MATERIAL FOR THIS EXERCISE:
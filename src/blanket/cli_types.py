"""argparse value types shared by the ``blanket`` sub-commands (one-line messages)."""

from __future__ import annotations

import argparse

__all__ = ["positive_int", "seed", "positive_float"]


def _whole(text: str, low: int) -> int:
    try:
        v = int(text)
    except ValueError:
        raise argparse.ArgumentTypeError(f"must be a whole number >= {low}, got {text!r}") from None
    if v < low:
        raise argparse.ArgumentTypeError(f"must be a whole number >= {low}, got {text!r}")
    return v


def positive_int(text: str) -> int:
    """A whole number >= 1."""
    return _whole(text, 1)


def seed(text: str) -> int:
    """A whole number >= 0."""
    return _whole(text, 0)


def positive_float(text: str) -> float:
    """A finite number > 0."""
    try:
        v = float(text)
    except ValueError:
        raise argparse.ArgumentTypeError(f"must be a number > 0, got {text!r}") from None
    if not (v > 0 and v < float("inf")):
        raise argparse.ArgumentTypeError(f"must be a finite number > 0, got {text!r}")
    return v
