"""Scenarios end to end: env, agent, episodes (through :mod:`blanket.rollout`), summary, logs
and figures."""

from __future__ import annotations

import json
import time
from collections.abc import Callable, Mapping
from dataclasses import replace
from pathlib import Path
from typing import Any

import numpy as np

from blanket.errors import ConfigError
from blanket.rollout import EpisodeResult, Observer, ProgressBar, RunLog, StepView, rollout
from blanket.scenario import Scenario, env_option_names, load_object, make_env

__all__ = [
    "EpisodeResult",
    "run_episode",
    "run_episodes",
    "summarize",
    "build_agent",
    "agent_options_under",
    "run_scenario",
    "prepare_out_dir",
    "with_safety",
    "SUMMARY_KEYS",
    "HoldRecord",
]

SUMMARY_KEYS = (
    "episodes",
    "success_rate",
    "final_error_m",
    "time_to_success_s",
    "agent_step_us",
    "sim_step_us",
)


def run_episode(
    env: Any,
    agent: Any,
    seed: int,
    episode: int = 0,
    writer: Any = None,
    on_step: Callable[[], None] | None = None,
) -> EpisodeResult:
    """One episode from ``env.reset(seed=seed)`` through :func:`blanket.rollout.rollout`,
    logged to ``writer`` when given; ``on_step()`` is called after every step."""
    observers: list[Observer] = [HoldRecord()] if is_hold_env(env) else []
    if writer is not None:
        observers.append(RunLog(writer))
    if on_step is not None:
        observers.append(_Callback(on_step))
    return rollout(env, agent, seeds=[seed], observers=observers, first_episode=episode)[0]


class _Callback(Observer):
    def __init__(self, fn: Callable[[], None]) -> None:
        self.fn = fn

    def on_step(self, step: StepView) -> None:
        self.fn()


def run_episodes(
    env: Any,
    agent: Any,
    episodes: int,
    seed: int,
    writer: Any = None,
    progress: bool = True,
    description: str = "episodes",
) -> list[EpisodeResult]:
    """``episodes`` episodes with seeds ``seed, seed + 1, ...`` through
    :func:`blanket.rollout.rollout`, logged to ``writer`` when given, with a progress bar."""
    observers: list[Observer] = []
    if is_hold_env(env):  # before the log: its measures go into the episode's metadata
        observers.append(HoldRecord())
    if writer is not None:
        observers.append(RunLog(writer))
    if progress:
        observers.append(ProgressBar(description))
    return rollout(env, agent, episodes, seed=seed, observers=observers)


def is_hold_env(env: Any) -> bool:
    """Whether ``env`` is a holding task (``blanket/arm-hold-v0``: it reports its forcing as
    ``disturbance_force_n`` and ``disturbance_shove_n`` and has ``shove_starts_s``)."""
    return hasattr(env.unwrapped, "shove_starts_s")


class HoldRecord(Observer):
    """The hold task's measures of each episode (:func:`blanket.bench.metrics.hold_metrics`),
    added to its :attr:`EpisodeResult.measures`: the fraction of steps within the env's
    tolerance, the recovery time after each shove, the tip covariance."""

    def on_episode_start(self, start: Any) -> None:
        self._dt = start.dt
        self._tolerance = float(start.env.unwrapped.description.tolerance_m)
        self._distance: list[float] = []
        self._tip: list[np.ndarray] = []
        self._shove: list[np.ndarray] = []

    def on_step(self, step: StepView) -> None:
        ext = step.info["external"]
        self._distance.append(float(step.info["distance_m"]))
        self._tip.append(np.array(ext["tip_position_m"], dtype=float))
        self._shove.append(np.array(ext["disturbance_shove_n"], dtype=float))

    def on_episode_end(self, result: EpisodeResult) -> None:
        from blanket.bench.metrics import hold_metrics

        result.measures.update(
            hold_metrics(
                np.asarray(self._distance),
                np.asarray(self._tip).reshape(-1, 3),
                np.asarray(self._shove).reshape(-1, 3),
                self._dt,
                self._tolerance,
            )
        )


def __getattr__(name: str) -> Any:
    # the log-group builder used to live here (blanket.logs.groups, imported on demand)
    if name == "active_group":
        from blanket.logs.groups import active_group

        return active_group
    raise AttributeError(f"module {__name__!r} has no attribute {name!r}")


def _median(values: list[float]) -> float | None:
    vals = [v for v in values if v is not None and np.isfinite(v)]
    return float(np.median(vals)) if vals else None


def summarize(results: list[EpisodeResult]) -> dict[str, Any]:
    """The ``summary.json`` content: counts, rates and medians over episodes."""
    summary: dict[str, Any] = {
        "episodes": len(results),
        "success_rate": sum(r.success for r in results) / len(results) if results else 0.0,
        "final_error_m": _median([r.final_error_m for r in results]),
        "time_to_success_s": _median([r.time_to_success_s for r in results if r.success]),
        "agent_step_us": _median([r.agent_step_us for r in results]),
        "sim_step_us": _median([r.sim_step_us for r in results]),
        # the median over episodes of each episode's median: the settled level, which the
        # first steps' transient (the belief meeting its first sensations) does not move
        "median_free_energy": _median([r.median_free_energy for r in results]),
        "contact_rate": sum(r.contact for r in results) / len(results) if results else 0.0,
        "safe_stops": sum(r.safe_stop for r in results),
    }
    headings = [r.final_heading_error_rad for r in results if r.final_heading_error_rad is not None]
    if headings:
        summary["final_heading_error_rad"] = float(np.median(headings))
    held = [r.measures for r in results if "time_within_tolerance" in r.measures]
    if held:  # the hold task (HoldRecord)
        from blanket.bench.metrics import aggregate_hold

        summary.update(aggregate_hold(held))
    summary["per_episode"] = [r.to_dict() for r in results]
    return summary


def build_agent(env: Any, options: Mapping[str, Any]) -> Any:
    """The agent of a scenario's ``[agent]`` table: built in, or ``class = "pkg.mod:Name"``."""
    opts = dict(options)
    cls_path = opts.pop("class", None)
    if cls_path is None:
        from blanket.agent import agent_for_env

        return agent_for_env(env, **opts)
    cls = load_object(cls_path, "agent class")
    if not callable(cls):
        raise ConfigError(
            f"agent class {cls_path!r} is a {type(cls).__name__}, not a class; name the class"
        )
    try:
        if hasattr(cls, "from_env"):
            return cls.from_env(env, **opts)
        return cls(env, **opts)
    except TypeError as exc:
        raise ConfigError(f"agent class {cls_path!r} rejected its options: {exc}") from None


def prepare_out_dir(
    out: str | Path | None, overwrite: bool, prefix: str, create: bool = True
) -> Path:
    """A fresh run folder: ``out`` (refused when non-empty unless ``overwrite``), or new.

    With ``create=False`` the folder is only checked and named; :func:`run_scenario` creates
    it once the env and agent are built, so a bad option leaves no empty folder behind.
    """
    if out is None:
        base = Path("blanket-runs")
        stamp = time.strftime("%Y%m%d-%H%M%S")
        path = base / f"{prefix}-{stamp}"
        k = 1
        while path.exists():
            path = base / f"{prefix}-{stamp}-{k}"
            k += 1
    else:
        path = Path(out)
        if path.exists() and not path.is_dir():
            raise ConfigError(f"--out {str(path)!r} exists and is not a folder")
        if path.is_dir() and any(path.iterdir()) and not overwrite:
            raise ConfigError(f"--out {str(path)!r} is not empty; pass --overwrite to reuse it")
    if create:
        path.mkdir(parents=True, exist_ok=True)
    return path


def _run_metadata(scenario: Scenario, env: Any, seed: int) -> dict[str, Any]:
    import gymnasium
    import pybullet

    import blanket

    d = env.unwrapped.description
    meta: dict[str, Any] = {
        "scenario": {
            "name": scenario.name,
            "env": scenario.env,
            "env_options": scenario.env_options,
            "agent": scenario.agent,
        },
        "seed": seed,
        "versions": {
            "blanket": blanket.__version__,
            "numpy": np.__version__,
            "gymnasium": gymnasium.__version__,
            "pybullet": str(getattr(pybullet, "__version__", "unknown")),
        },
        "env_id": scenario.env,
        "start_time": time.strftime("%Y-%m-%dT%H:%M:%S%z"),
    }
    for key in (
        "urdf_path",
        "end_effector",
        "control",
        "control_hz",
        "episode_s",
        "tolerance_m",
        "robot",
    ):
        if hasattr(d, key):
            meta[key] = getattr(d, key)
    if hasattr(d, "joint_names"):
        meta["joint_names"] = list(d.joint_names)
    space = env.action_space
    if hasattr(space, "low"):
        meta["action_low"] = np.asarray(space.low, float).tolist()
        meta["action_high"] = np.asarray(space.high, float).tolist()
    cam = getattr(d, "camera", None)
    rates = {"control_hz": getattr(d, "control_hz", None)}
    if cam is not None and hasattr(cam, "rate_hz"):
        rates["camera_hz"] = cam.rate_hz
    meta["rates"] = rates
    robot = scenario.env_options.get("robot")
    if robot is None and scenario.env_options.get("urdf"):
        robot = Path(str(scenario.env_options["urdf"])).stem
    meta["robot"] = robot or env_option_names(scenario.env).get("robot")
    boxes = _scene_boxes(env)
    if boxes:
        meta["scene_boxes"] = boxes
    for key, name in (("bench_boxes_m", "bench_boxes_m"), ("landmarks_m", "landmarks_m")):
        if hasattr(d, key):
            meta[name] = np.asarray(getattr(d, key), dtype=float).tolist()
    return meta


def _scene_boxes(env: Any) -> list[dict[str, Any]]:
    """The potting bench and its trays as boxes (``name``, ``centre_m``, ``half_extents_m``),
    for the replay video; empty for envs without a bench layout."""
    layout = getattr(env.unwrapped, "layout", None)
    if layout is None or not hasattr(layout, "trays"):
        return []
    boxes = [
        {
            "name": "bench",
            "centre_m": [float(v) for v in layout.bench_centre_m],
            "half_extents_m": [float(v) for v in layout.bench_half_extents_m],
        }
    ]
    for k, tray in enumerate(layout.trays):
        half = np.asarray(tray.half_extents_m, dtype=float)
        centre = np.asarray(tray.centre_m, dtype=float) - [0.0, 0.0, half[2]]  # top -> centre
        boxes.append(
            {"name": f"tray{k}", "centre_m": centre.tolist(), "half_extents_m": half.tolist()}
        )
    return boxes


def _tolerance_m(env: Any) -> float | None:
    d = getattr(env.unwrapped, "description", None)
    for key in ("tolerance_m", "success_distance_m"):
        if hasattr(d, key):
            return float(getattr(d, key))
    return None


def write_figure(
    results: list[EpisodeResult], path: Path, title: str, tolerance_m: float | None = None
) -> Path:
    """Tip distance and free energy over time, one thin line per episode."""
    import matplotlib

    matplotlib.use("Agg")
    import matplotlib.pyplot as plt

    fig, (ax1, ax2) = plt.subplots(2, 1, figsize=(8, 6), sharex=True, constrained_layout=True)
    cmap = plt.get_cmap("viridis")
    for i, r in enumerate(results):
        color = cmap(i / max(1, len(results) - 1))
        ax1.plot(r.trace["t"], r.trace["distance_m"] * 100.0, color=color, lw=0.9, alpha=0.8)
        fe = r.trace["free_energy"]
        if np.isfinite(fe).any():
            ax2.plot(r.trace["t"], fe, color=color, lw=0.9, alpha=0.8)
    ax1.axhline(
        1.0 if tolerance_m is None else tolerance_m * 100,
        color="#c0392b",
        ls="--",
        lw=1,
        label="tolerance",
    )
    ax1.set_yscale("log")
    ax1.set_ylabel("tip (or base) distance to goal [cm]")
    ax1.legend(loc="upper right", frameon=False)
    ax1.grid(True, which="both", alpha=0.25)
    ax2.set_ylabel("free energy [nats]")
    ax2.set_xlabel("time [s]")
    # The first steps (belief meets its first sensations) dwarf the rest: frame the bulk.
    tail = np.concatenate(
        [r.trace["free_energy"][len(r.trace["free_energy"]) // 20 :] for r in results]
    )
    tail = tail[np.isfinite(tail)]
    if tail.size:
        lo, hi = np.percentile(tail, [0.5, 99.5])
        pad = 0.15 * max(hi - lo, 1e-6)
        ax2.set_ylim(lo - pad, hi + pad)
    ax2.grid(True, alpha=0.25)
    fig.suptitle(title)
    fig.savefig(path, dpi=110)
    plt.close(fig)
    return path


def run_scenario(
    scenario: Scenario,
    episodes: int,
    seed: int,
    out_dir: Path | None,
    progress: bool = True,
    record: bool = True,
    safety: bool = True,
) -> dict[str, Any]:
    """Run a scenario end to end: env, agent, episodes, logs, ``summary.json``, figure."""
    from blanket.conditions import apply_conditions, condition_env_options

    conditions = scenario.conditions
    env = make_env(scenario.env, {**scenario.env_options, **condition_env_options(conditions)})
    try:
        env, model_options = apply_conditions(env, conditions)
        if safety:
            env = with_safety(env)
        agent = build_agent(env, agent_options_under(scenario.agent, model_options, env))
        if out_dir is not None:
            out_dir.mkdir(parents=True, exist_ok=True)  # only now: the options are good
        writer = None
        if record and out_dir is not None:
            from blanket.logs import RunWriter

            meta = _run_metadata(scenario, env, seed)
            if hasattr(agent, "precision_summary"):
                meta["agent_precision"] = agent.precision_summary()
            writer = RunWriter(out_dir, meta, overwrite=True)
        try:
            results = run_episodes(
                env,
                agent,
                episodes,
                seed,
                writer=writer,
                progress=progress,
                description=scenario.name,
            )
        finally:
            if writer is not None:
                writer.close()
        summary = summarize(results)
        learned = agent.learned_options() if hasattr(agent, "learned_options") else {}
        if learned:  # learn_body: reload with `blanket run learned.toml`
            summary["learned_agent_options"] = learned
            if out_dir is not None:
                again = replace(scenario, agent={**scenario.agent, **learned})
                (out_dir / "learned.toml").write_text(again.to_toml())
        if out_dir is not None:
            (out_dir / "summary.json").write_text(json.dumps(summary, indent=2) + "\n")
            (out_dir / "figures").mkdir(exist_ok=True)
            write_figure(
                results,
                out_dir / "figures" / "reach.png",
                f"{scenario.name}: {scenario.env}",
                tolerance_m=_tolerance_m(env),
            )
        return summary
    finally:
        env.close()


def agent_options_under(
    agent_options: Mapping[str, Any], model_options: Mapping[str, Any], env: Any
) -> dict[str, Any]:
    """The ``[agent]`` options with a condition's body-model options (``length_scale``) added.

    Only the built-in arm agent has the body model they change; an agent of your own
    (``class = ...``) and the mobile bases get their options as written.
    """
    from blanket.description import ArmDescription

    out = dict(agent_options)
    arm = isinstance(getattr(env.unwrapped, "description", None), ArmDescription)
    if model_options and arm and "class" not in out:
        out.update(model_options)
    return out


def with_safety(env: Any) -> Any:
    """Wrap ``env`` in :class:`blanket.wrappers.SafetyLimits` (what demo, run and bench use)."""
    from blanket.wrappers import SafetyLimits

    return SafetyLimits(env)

EXERCISE REQUIREMENTS: Please tally the lines of the entries that contain the string "True" and reply with the count alone.

REPLY TO THE TASK: 12